PHY3134 Computational
Physics
Hints and tips
Comments and questions to John Rowe.
Passing arrays to functions
When you pass multidimensional arrays to a function you have to tell
the function the dimensions of the array, although the left-hand
dimension is optional. In the original version of C
each of the dimensions had to be a
constant, declared when the code was compiled, which made
multidimensional arrays almost useless.
More recently
the ability to use an expression was added.
For example:
#define XDIM 3
#define YDIM 4
void oldstylefun(float array[][YDIM]);
void newstylefun(int n, float array[][n]);
int main() {
float array[XDIM][YDIM];
oldstylefun(array);
newstylefun(YDIM, array);
return 0;
}
Notice how the function
newstylefun can be called
with any two-dimensional array as its argument whereas
oldstylefun requires an array whose right-hand dimension
is
YDIM.
Notice too that the array size had to come
before the actual array in the argument list. We could have
used an expression such as 2 n + 1
but it is essential that the dimensions match
those in the calling function.
Why do we need to do this?
And why don't we need to do it for one-dimensional arrays?
One-dimensional arrays
First, consider a one-dimensional array :
int a[IMAX];
Recall how an array is stored in memory. For example
if
a starts at memory location 60
and an
int takes four bytes, the entire array is stored as:
---------------------------------------------------------------------------------
| 60 | 61 | 62 | 63 | 64 | 65 | 66 | 67 | 68 | 69 | 70 | 71 | 72 | 73 | 76 | 75 |
---------------------------------------------------------------------------------
| <----- a[0] ----> | <----- a[1] ----> | <----- a[2] ----> | <----- a[3] ----> | etc.

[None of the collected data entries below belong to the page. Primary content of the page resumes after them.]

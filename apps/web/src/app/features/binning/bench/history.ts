import type { Edit, EditReason, SentEdit } from '@tallystone/contracts/binnings/edits';
import type { Bins as SavedBins } from '@tallystone/contracts/binnings/bins';
import type { Bins, EditOf, FineClasses } from '@tallystone/numeric/bench';

/** Steps that can be taken back. */
export const mostSteps = 50;
/** Moves of the same cut that follow one another this quickly are one edit. */
export const oneGesture = 2000; // ms

export type BenchEdit = Omit<SentEdit, 'before' | 'after'> & { readonly before: Bins; readonly after: Bins };

/**
 * What to do to the bins as they are when it is done; null where it cannot be. A key that follows another one before the figure has been drawn again is
 * about the bins that the first one left, not about those that are still to be seen.
 */
export type MakeEdit = (fine: FineClasses, bins: Bins) => EditOf<Bins> | null;

/** The bench of one characteristic: automatic bins and the edits on them; past and future states are lists of edits as well. */
export interface History {
  readonly automatic: Bins;
  readonly past: readonly (readonly BenchEdit[])[];
  readonly edits: readonly BenchEdit[];
  readonly future: readonly (readonly BenchEdit[])[];
  /** When the last edit was made, to tell whether the next belongs to the same gesture. */
  readonly lastAt: number;
}

/**
 * The history as it is read: edits in effect lead from the automatic bins to the current ones, so each list of the first of them is a state that was
 * there, and undo goes back through these, whoever made them and whenever.
 */
export function begin(automatic: Bins, edits: readonly (BenchEdit | Edit)[]): History {
  const sent = edits.map(asSent);
  const past = sent.map((_, made) => sent.slice(0, made)).slice(-mostSteps);
  return { automatic, past, edits: sent, future: [], lastAt: -Infinity };
}

export const currentBins = (history: History): Bins => history.edits.at(-1)?.after ?? history.automatic;

/**
 * The history after one more edit; the same history where it changes nothing. A cut that is moved again at once is the same edit, further along; back
 * where it came from, it is none.
 *
 * @param id of the new edit, unique everywhere
 * @param now milliseconds of a clock that never goes back
 */
export function act(history: History, edit: EditOf<Bins>, id: string, now: number): History {
  const last = history.edits.at(-1);
  const before = currentBins(history);
  if (equal(before, edit.bins)) return history;
  const next: BenchEdit = { id, kind: edit.kind, what: edit.what, before, after: edit.bins, reason: null };
  const gesture =
    last && last.reason === null && now - history.lastAt < oneGesture && history.past.length > 0 && samePull(last, next);
  if (!gesture) return { ...step(history, [...history.edits, next]), lastAt: now };
  const joined = { ...next, before: last.before, what: joinedWords(last, next) };
  const edits = history.edits.slice(0, -1);
  return {
    ...history,
    // The state before the gesture is on the past already.
    edits: equal(joined.before, joined.after) ? edits : [...edits, joined],
    past: equal(joined.before, joined.after) ? history.past.slice(0, -1) : history.past,
    future: [],
    lastAt: now,
  };
}

/** The gesture is over: what has been sent stays as it was sent, and a further move of the same cut is an edit of its own. */
export const settled = (history: History): History => ({ ...history, lastAt: -Infinity });

/** Back to the automatic bins: a step like any other, which undo takes back. */
export function reset(history: History): History {
  return history.edits.length === 0 ? history : { ...step(history, []), lastAt: -Infinity };
}

export function undo(history: History): History {
  const edits = history.past.at(-1);
  if (!edits) return history;
  return {
    ...history,
    past: history.past.slice(0, -1),
    edits,
    future: [history.edits, ...history.future].slice(0, mostSteps),
    lastAt: -Infinity,
  };
}

export function redo(history: History): History {
  const [edits, ...future] = history.future;
  if (!edits) return history;
  return { ...history, past: [...history.past, history.edits].slice(-mostSteps), edits, future, lastAt: -Infinity };
}

/** Gives an edit its reason, in every state that has it: a reason is not something that undo takes away. */
export function explain(history: History, id: string, reason: EditReason | null): History {
  const within = (edits: readonly BenchEdit[]): readonly BenchEdit[] =>
    edits.map((edit) => (edit.id === id ? { ...edit, reason } : edit));
  return { ...history, past: history.past.map(within), edits: within(history.edits), future: history.future.map(within) };
}

export const unexplained = (history: History): number => history.edits.filter((edit) => edit.reason === null).length;

/** What a save sends. */
export function toSave(history: History): { bins: SavedBins; edits: SentEdit[] } {
  return { bins: currentBins(history) as SavedBins, edits: history.edits as SentEdit[] };
}

/** What was saved meanwhile: by somebody else, or by classing anew. */
export interface Saved {
  readonly automatic: Bins;
  readonly current: Bins;
  readonly editList: readonly (BenchEdit | Edit)[];
}

/**
 * Own bins over those that were saved meanwhile. Their edits stay; one more leads from their bins to those from which the two part, and own edits follow
 * from there as they were made, each with its sentence and reason. Undo takes them back one by one, then that one more, then theirs.
 *
 * @param over whose bins these are put over: "those of Colin"
 * @param newId of an edit, unique everywhere
 */
export function keepMine(theirs: Saved, mine: History, over: string, newId: () => string): History {
  const start = takeTheirs(theirs, mine);
  if (equal(theirs.current, currentBins(mine))) return start;
  let shared = 0;
  // Edits lead on from the automatic bins: after classing anew no edit is the same.
  if (equal(theirs.automatic, mine.automatic))
    while (shared < mine.edits.length && mine.edits[shared].id === start.edits[shared]?.id) shared++;
  const own = mine.edits.slice(shared);
  const parting = own[0]?.before ?? currentBins(mine);
  const kept: BenchEdit = {
    id: newId(),
    kind: 'kept own',
    what: `Kept own bins over ${over}`,
    before: theirs.current,
    after: parting,
    reason: null,
  };
  // An edit that stands in their list at another place is made once more.
  const taken = new Set(start.edits.map(({ id }) => id));
  const made = own.map((edit) => (taken.has(edit.id) ? { ...edit, id: newId() } : edit));
  return begin(theirs.automatic, [...start.edits, ...(equal(theirs.current, parting) ? [] : [kept]), ...made]);
}

/** Their bins; a reason that was given here to an edit of theirs without one stays. */
export function takeTheirs(theirs: Saved, mine: History): History {
  const given = new Map(mine.edits.map(({ id, reason }) => [id, reason]));
  return begin(
    theirs.automatic,
    theirs.editList.map((edit) => ({ ...asSent(edit), reason: edit.reason ?? given.get(edit.id) ?? null })),
  );
}

/** The same history with one more state that undo comes to first: what was let go, which is not lost. */
export function reachable(history: History, letGo: History): History {
  return { ...history, past: [...history.past, history.edits, letGo.edits].slice(-mostSteps) };
}

function step(history: History, edits: readonly BenchEdit[]): History {
  return { ...history, past: [...history.past, history.edits].slice(-mostSteps), edits, future: [] };
}

function samePull(last: BenchEdit, next: BenchEdit): boolean {
  if (last.kind !== 'cut moved' || next.kind !== 'cut moved') return false;
  const moved = (edit: BenchEdit): number =>
    edit.before.kind === 'numeric' && edit.after.kind === 'numeric'
      ? edit.before.edges.findIndex((edge, index) => edit.after.kind === 'numeric' && edit.after.edges[index] !== edge)
      : -1;
  return moved(last) === moved(next);
}

/** "Cut moved from 30 to 32" and "Cut moved from 32 to 34" are "Cut moved from 30 to 34". */
function joinedWords(last: BenchEdit, next: BenchEdit): string {
  const from = /^Cut moved from (\S+)/.exec(last.what);
  const to = /to (\S+)$/.exec(next.what);
  return from && to ? `Cut moved from ${from[1]} to ${to[1]}` : next.what;
}

const equal = (a: Bins, b: Bins): boolean => JSON.stringify(a) === JSON.stringify(b);

function asSent(edit: BenchEdit | Edit): BenchEdit {
  const { id, kind, what, before, after, reason } = edit;
  return { id, kind, what, before, after, reason };
}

---------------------------------------------------------------------------------
Thus array element
a[i] is stored at byte number
60+4*(i-1).
Notice that we do not need to know the value of
IMAX to
know where any given
a[i] is stored.
Two-dimensional arrays
Now consider a two-dimensional array:
# define IMAX 6
# define JMAX 2
int b[IMAX][JMAX];
Assuming that it starts at memory location 80, the array
b
is stored as follows:
---------------------------------------------------------------------------------
| 80 | 81 | 82 | 83 | 84 | 85 | 86 | 89 | 88 | 89 | 90 | 91 | 92 | 93 | 98 | 95 |
---------------------------------------------------------------------------------
| <--- b[0][0] ---> | <--- b[0][1] ---> | <--- b[1][0] ---> | <--- b[1][1] ---> |
---------------------------------------------------------------------------------
Thus
b[i][j] is stored at
80+4*((i-1)+JMAX*(j-1)).
Similarly, if we had a three-dimensional array, c, starting
at memory location 200 then array element bc[i][j][k] would be stored at
byte number 200+4*((i-1)+JMAX*((j-1)+KMAX*(k-1))) and so on
for higher-dimensional arrays.
Thus, to find an element of an array we need to know all of its
dimensions except the left-hand one which is why we need to pass those
dimensions to any function using that array.